Visiting Greg and Pauline Moffatt at Kuku shows how creative passion can blur the lines between home and workshop.
A knock at the door of the old homestead north of Ōtaki – built originally by Pauline’s grandparents early last century – goes unanswered. A phone call draws Pauline out of what can only be described as a huge shed near the house. She’s as welcoming as a grandmother looking to treat her mokopuna with home-baked scones.
Greg is inside, casually dressed as one would expect from a retired farmer and police officer.
“Welcome to our other home,” he says with a smile.
![](http://cdn.fld.nz/uploads/sites/otakitoday/files/Articles/2024/September_2024/Moffatt_Otaki_Today_August_2024.jpg)
Greg and Pauline Moffatt in their “museum’ at Kuku. Photo Ōtaki Today
In explanation, he says it’s where the couple spend most of their time. Even mid-morning, with the chill of late winter still hovering, it’s cosy inside, aided by the blaze of a woodburner near a cloth-covered snooker table that doubles as a dining table.
Perhaps expecting to see a look of wonder at the sheer scale of their work space, Pauline suggests this is Greg’s kind of man cave.
“Man cavern, more like,” he says.
They also call it their museum, and it’s clear how it could be described that way.
It’s packed full of old – and useful – stuff, from old gramophones, typewriters and cameras to chainsaws and agricultural implements.
Some might call it cluttered, but it’s their space and that’s just the way they like it. It’s homely and personal, and conducive to the creative energy that has led to KukuCreative, the couple’s art business.
It’s based around the work Greg has been doing for many years while he was also working for the police. That 50-year career included as a beat cop, a jailer, a firearms vetter and mountain safety training officer.
Now retired, he can concentrate full-time on an eclectic range of art forms. He’s best known for his bone carvings, but there’s plenty else besides that comes from many skills and inspirations.
A 3-metre-high, dual-wheeled windmill along the Moffatt fenceline testifies to his aptitude in metalwork. A dragon in the workshop, made for a mokopuna’s birthday, is made of plywood.
Inspiration for Greg is spontaneous, never forced.
“When I’m starting to work on a bone carving, I don’t usually have any particular design in mind,” he say. “I’ll just hold it, and let that touch get me going. It all flows from there.”

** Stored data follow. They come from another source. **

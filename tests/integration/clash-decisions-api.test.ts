// Issue 16, item 1: decisions on clashes are append-only. Overwrite attempts are refused, the proposer of an
// opening cannot decide it, only the structural engineer supersedes (with a reason), and the database itself
// refuses to rewrite a history entry. Attacker cases first: outsider, viewer, wrong role, self-acceptance.
import { randomUUID } from "node:crypto";
import { eq, sql } from "drizzle-orm";
import { afterAll, beforeAll, describe, expect, it } from "vitest";
import { PUT as ASSIGN } from "@/app/api/projects/[projectId]/clashes/[clashId]/assignment/route";
import { POST as DECIDE } from "@/app/api/projects/[projectId]/clashes/[clashId]/decision/route";
import { POST as PROPOSE } from "@/app/api/projects/[projectId]/clashes/[clashId]/proposal/route";
import { GET as GET_CLASH } from "@/app/api/projects/[projectId]/clashes/[clashId]/route";
import { POST as SUPERSEDE } from "@/app/api/projects/[projectId]/clashes/[clashId]/supersession/route";
import { createRevisionWithAnalysis } from "@/lib/commands/create-analysed-revision";
import { clashDecisions, clashes, memberships } from "@/db/schema";
import { generateRoof } from "@/lib/analysis/generator";
import { analyseForStorage } from "@/lib/models/analyse";
import { closeDb, getDb, requireIntegrationEnv } from "../support/db";
import { createFixtureUser, createProjectFixture, type FixtureUser, type ProjectFixture } from "../support/fixtures";
import { buildRequest, routeContext } from "../support/session";

let fx: ProjectFixture;
let secondEngineer: FixtureUser;
let revisionId: string;

beforeAll(async () => {
  requireIntegrationEnv();
  fx = await createProjectFixture("clash-decisions");
  secondEngineer = await createFixtureUser("clash-decisions-se2");
  await getDb().insert(memberships).values({ projectId: fx.projectId, userId: secondEngineer.id, role: "structural_engineer" });
  const model = generateRoof({ name: "Decisions roof", spanX: 9, spanY: 9, module: 3, depth: 2 });
  const { result, review } = analyseForStorage(model, "EN1993-1-1");
  revisionId = (await createRevisionWithAnalysis({ projectId: fx.projectId, name: "r1", model, source: "generated", createdBy: fx.users.structural_engineer.id, result, review })).id;
});
afterAll(closeDb);

async function newClash(memberId = "TCY-1-0") {
  const [row] = await getDb()
    .insert(clashes)
    .values({ projectId: fx.projectId, revisionId, clashKey: `k-${randomUUID().slice(0, 8)}`, memberId, runId: "SA-01", segmentIndex: 0, kind: "hard", gap: -0.02, depth: 0.02, requiredClearance: 0.05, pointX: 1.5, pointY: 0, pointZ: 2 })
    .returning();
  const base = `/api/projects/${fx.projectId}/clashes/${row.id}`;
  const cctx = routeContext({ projectId: fx.projectId, clashId: row.id });
  type Handler = (request: Request, context: typeof cctx) => Promise<Response>;
  const post = (handler: Handler, step: string, user: FixtureUser | undefined, body: unknown) => buildRequest(`${base}/${step}`, { method: "POST", body, user }).then((r) => handler(r, cctx));
  return {
    id: row.id,
    propose: (user: FixtureUser | undefined, body: unknown) => post(PROPOSE, "proposal", user, body),
    decide: (user: FixtureUser | undefined, body: unknown) => post(DECIDE, "decision", user, body),
    supersede: (user: FixtureUser | undefined, body: unknown) => post(SUPERSEDE, "supersession", user, body),
    assign: (user: FixtureUser | undefined, body: unknown) => buildRequest(`${base}/assignment`, { method: "PUT", body, user }).then((r) => ASSIGN(r, cctx)),
    read: async () => (await GET_CLASH(await buildRequest(base, { user: fx.users.viewer }), cctx)).json(),
  };
}

const OPENING = { outcome: "opening_proposed", note: "Duct cannot drop: ceiling height." };
const CONDITIONS = { outcome: "opening_accepted", conditions: "Sleeved opening 250 mm at mid-length, no welding on site." };

describe("a proposal never replaces a decision", () => {
  it("refuses a reroute proposal over an accepted opening (409) and keeps the conditions", async () => {
    const clash = await newClash();
    expect((await clash.propose(fx.users.mep_engineer, OPENING)).status).toBe(200);
    expect((await clash.decide(fx.users.structural_engineer, CONDITIONS)).status).toBe(200);

    const overwrite = await clash.propose(fx.users.mep_engineer, { outcome: "reroute_run", note: "Actually, reroute." });
    expect(overwrite.status).toBe(409);
    expect((await overwrite.json()).error).toMatch(/cannot replace a decision/);
    // The structural engineer cannot overwrite by proposing either, nor decide a second time.
    expect((await clash.propose(fx.users.structural_engineer, { outcome: "no_conflict" })).status).toBe(409);
    expect((await clash.decide(secondEngineer, { outcome: "opening_refused", reason: "Changed my mind on this one." })).status).toBe(409);

    const { clash: after, history } = await clash.read();
    expect(after).toMatchObject({ outcome: "opening_accepted", conditions: CONDITIONS.conditions, decidedBy: fx.users.structural_engineer.name });
    expect(history.map((h: { kind: string }) => h.kind)).toEqual(["proposal", "decision"]);
  });

  it("refuses the proposal roles and outsiders, and unknown clashes", async () => {
    const clash = await newClash();
    expect((await clash.propose(undefined, OPENING)).status).toBe(401);
    expect((await clash.propose(fx.users.outsider, OPENING)).status).toBe(404);
    for (const role of ["viewer", "architect", "owner"] as const) expect((await clash.propose(fx.users[role], OPENING)).status).toBe(403);
    const ghost = routeContext({ projectId: fx.projectId, clashId: randomUUID() });
    const missing = await PROPOSE(await buildRequest(`/api/projects/${fx.projectId}/clashes/x/proposal`, { method: "POST", body: OPENING, user: fx.users.mep_engineer }), ghost);
    expect(missing.status).toBe(404);
  });
});

describe("proposer and decider of an opening are two people", () => {
  it("refuses a structural engineer accepting the opening they proposed; another structural engineer may", async () => {
    const clash = await newClash();
    expect((await clash.propose(fx.users.structural_engineer, OPENING)).status).toBe(200);
    const self = await clash.decide(fx.users.structural_engineer, CONDITIONS);
    expect(self.status).toBe(403);
    expect((await self.json()).error).toMatch(/two people/);
    expect((await clash.decide(fx.users.structural_engineer, { outcome: "opening_refused", reason: "Refusing my own proposal." })).status).toBe(403);
    for (const role of ["mep_engineer", "owner", "architect", "viewer"] as const) expect((await clash.decide(fx.users[role], CONDITIONS)).status).toBe(403);
    expect((await clash.read()).history.map((h: { kind: string }) => h.kind)).toEqual(["proposal"]);

    expect((await clash.decide(secondEngineer, CONDITIONS)).status).toBe(200);
  });

  it("decides only what was proposed: an opening is accepted or refused, other outcomes confirmed", async () => {
    const clash = await newClash();
    expect((await clash.decide(fx.users.structural_engineer, CONDITIONS)).status, "nothing proposed yet").toBe(409);
    await clash.propose(fx.users.mep_engineer, { outcome: "reroute_run", note: "Drop below the bottom chord." });
    expect((await clash.decide(fx.users.structural_engineer, CONDITIONS)).status).toBe(409);
    expect((await clash.decide(fx.users.structural_engineer, { outcome: "no_conflict" })).status).toBe(409);
    const noReason = await clash.decide(fx.users.structural_engineer, { outcome: "opening_refused", reason: "" });
    expect(noReason.status).toBe(400);
    expect((await clash.decide(fx.users.structural_engineer, { outcome: "reroute_run" })).status).toBe(200);
    expect((await clash.read()).clash).toMatchObject({ outcome: "reroute_run", decidedBy: fx.users.structural_engineer.name });
  });

  it("records a refused opening with its reason", async () => {
    const clash = await newClash();
    await clash.propose(fx.users.mep_engineer, OPENING);
    const refused = await clash.decide(fx.users.structural_engineer, { outcome: "opening_refused", reason: "Works in compression under wind uplift." });
    expect(refused.status).toBe(200);
    const { clash: after, history } = await clash.read();
    expect(after).toMatchObject({ outcome: "opening_refused", note: "Works in compression under wind uplift.", conditions: null });
    expect(history[1]).toMatchObject({ kind: "decision", outcome: "opening_refused", reason: "Works in compression under wind uplift.", role: "structural_engineer", revision: 1 });
  });
});

describe("only the structural engineer supersedes a decision, with a reason", () => {
  it("keeps the decision and the supersession side by side, then allows a new proposal", async () => {
    const clash = await newClash();
    await clash.propose(fx.users.mep_engineer, OPENING);
    await clash.decide(fx.users.structural_engineer, CONDITIONS);
    for (const role of ["mep_engineer", "owner", "architect", "viewer"] as const) expect((await clash.supersede(fx.users[role], { reason: "I would like to reroute instead." })).status).toBe(403);
    expect((await clash.supersede(fx.users.structural_engineer, { reason: "" })).status).toBe(400);
    expect((await clash.supersede(fx.users.structural_engineer, { reason: "Ceiling lowered: the duct can pass below the grid." })).status).toBe(200);
    expect((await clash.supersede(fx.users.structural_engineer, { reason: "Twice is not possible." })).status, "nothing stands any more").toBe(409);

    const { clash: after, history } = await clash.read();
    expect(after).toMatchObject({ outcome: null, decidedBy: null, conditions: null });
    expect(history.map((h: { kind: string }) => h.kind)).toEqual(["proposal", "decision", "supersession"]);
    expect(history[2]).toMatchObject({ outcome: "opening_accepted", reason: "Ceiling lowered: the duct can pass below the grid.", supersedesId: history[1].id });
    expect(history[1]).toMatchObject({ conditions: CONDITIONS.conditions });

    expect((await clash.propose(fx.users.mep_engineer, { outcome: "reroute_run" })).status).toBe(200);
  });

  it("the database refuses to rewrite a history entry", async () => {
    const clash = await newClash();
    await clash.propose(fx.users.mep_engineer, OPENING);
    await expect(getDb().update(clashDecisions).set({ note: "rewritten" }).where(eq(clashDecisions.clashId, clash.id))).rejects.toThrow();
    const [entry] = await getDb().select().from(clashDecisions).where(eq(clashDecisions.clashId, clash.id));
    expect(entry.note).toBe(OPENING.note);
    // Clearing a deleted account's reference (ON DELETE SET NULL) stays possible.
    await getDb().execute(sql`update clash_decisions set decided_by = null where clash_id = ${clash.id}`);
  });
});

describe("assignee and due date", () => {
  it("sets them for MEP and structural engineers, only to team members", async () => {
    const clash = await newClash();
    const body = { assigneeId: fx.users.mep_engineer.id, dueOn: "2027-01-15" };
    expect((await clash.assign(fx.users.viewer, body)).status).toBe(403);
    expect((await clash.assign(fx.users.architect, body)).status).toBe(403);
    expect((await clash.assign(fx.users.structural_engineer, { assigneeId: fx.users.outsider.id, dueOn: null })).status).toBe(400);
    expect((await clash.assign(fx.users.structural_engineer, { assigneeId: fx.users.mep_engineer.id, dueOn: "15/01/2027" })).status).toBe(400);
    expect((await clash.assign(fx.users.structural_engineer, body)).status).toBe(200);
    expect((await clash.read()).clash).toMatchObject({ assigneeId: fx.users.mep_engineer.id, assignee: fx.users.mep_engineer.name, dueOn: "2027-01-15" });
  });
});
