describe("who may add to a thread's record", () => {
  it("refuses a viewer, an outsider and a member removed a second ago, storing nothing", async () => {
    const pinId = await newThread();
    await expect(say(pinId, fx.users.viewer, "proposal", "Cut the chord.")).rejects.toMatchObject({ status: 403 });
    await expect(say(pinId, fx.users.viewer, "comment", "Looks fine.")).rejects.toMatchObject({ status: 403 });
    await expect(say(pinId, fx.users.outsider, "decision", "Accepted.")).rejects.toMatchObject({ status: 403 });
    const leaver = await createFixtureUser("thread-decisions-leaver");
    await getDb().insert(memberships).values({ projectId: fx.projectId, userId: leaver.id, role: "structural_engineer" });
    await getDb().delete(memberships).where(and(eq(memberships.projectId, fx.projectId), eq(memberships.userId, leaver.id)));
    await expect(say(pinId, leaver, "decision", "Opening accepted.")).rejects.toMatchObject({ status: 403 });
    expect(await stored(pinId)).toEqual([]);
    // Reading the thread: the outsider is refused, the viewer may read.
    expect((await thread(pinId, fx.users.outsider)).status).toBe(404);
    expect((await thread(pinId, fx.users.viewer)).status).toBe(200);
  });

  it("finds no pin of another project: a step sent with its pin id answers nothing and stores nothing there", async () => {
    const other = await createProjectFixture("thread-decisions-other");
    const theirs = randomUUID();
    await getDb().insert(pins).values({ id: theirs, projectId: other.projectId, anchorKind: "member", anchorId: "BCX-1-1", title: "Their thread", discipline: "mep", authorId: other.users.architect.id });
    for (const kind of ["proposal", "decision", "supersession", "comment"] as const) {
      expect(await postComment({ id: randomUUID(), projectId: fx.projectId, pinId: theirs, authorId: fx.users.structural_engineer.id, authorName: "x", body: "Opening accepted.", kind })).toBeNull();
    }
    expect(await stored(theirs)).toEqual([]);
  });

  it("lets only the structural engineer decide and supersede", async () => {
    const pinId = await newThread();
    await expect(say(pinId, fx.users.architect, "decision", "Accepted.")).rejects.toMatchObject({ status: 403, message: "Only the structural engineer records decisions." });
    await expect(say(pinId, fx.users.mep_engineer, "decision", "Accepted.")).rejects.toMatchObject({ status: 403 });
    await say(pinId, fx.users.mep_engineer, "proposal", "Opening of 300 mm through BCX-1-1.");
    await say(pinId, fx.users.structural_engineer, "decision", "No opening in BCX-1-1.");
    await expect(say(pinId, fx.users.mep_engineer, "supersession", "We need it.")).rejects.toMatchObject({ status: 403, message: "Only the structural engineer supersedes a decision." });
    expect((await stored(pinId)).map((c) => c.kind)).toEqual(["proposal", "decision"]);
  });

  it("refuses self-acceptance: the proposer may not decide their own proposal; another structural engineer may", async () => {
    const pinId = await newThread();
    await say(pinId, fx.users.structural_engineer, "proposal", "A 150 mm sleeve through BCX-1-1 at mid-length.");
    await expect(say(pinId, fx.users.structural_engineer, "decision", "Accepted.", "Sleeve 150 mm.")).rejects.toMatchObject({
      status: 403,
      message: "You proposed this; another structural engineer must decide it (proposer and decider are two people).",
    });
    const decided = await say(pinId, secondEngineer, "decision", "Accepted.", "Sleeve 150 mm at mid-length only.");
    expect(decided?.comment).toMatchObject({ kind: "decision", author: { id: secondEngineer.id }, conditions: "Sleeve 150 mm at mid-length only." });
  });

  it("refuses self-acceptance with nothing proposed: a decision answers someone else's open proposal (409), nothing stored", async () => {
    // Without this, the structural engineer could accept an opening on their own by deciding straight away.
    const refused = { status: 409, message: "Nothing is proposed on this thread: a decision answers someone else's proposal (proposer and decider are two people)." };
    const pinId = await newThread();
    await expect(say(pinId, fx.users.structural_engineer, "decision", "Opening accepted.", "Sleeve 150 mm.")).rejects.toMatchObject(refused);
    expect(await stored(pinId)).toEqual([]);
    // A superseded decision answered its proposal: deciding again needs a new one.
    await say(pinId, fx.users.mep_engineer, "proposal", "Opening of 150 mm through BCX-1-1.");
    await say(pinId, secondEngineer, "decision", "Opening refused.");
    await say(pinId, fx.users.structural_engineer, "supersession", "The duct was resized; the refusal was about the 300 mm one.");
    await expect(say(pinId, fx.users.structural_engineer, "decision", "Opening accepted.")).rejects.toMatchObject(refused);
    expect((await stored(pinId)).map((c) => c.kind)).toEqual(["proposal", "decision", "supersession"]);
  });
});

Greg is deeply aware of his heritage, including whakapapa to Ngāti Huia, Ngāti Kikopiri and Scotland. Hence his designs have strong Indigenous and Celtic influences.
They feature in his sculptures, healing stones, pendants, earrings, walking staffs, hanging stones and conceptual objects. They reflect Taiao, the natural world – a space within which he is at ease.
It’s also a concept Pauline embraces. As Ngāti Tūkorehe, Pauline (nee Rowland) is strongly rooted in the whenua on which the Moffatts have their 10-acre block. Living in her grandparents’ house reminds her every day of those who came before her. It has also inspired her to delve deeper into the healing power of rongoā – traditional Māori medicine.
She’s in the last stages of a diploma in Māori medicine with Te Wānanga o Aotearoa, and enjoying being part of a revival of Indigenous healing.
“For probably two generations, the art of rongoā was lost,” Pauline says. “It was legislated out of people’s lives with the Tohunga Suppression Act, so there were very few people who kept using it.”
The 1907 act was intended to stop people using traditional Māori healing practices because it was considered to have a supernatural or spiritual element that didn’t align with the time’s Christian ideology.
Greg’s link to Scottish ancestry goes back five generations to when Henry Moffatt landed unexpectedly on New Zealand shores.
Henry and his family were on the City of Auckland when it was blown off course and wrecked on Ōtaki Beach in 1878. Whether they went on to Napier, their intended destination, is not clear, but they soon settled in Ōtaki and began a long line of Moffatts, a family well known in the district.
Greg’s parents, Ray and Joan, raised their family in Ōtaki and up Ōtaki Gorge, where Greg retains a large block of land he has happily allowed to regenerate into a native bush paradise.
A piece of marketing material Pauline provides sums up Greg’s art:
“Greg draws his inspiration and creativity from his life experiences – a farming background, inventive genius, engineering, social services and whānau relationships. His awareness of perspective, balance and insight into hauora/well-being for the whenua, animals, tangata/humans and the natural world is reflected within his artwork, which he sensitively encapsulates into aesthetic designs.
“Greg’s artworks are ‘genuine’. He intuitively develops authentic taonga that is indicative of the ‘number 8 wire phenomena’, provoking tantalising observations of our bygone era.”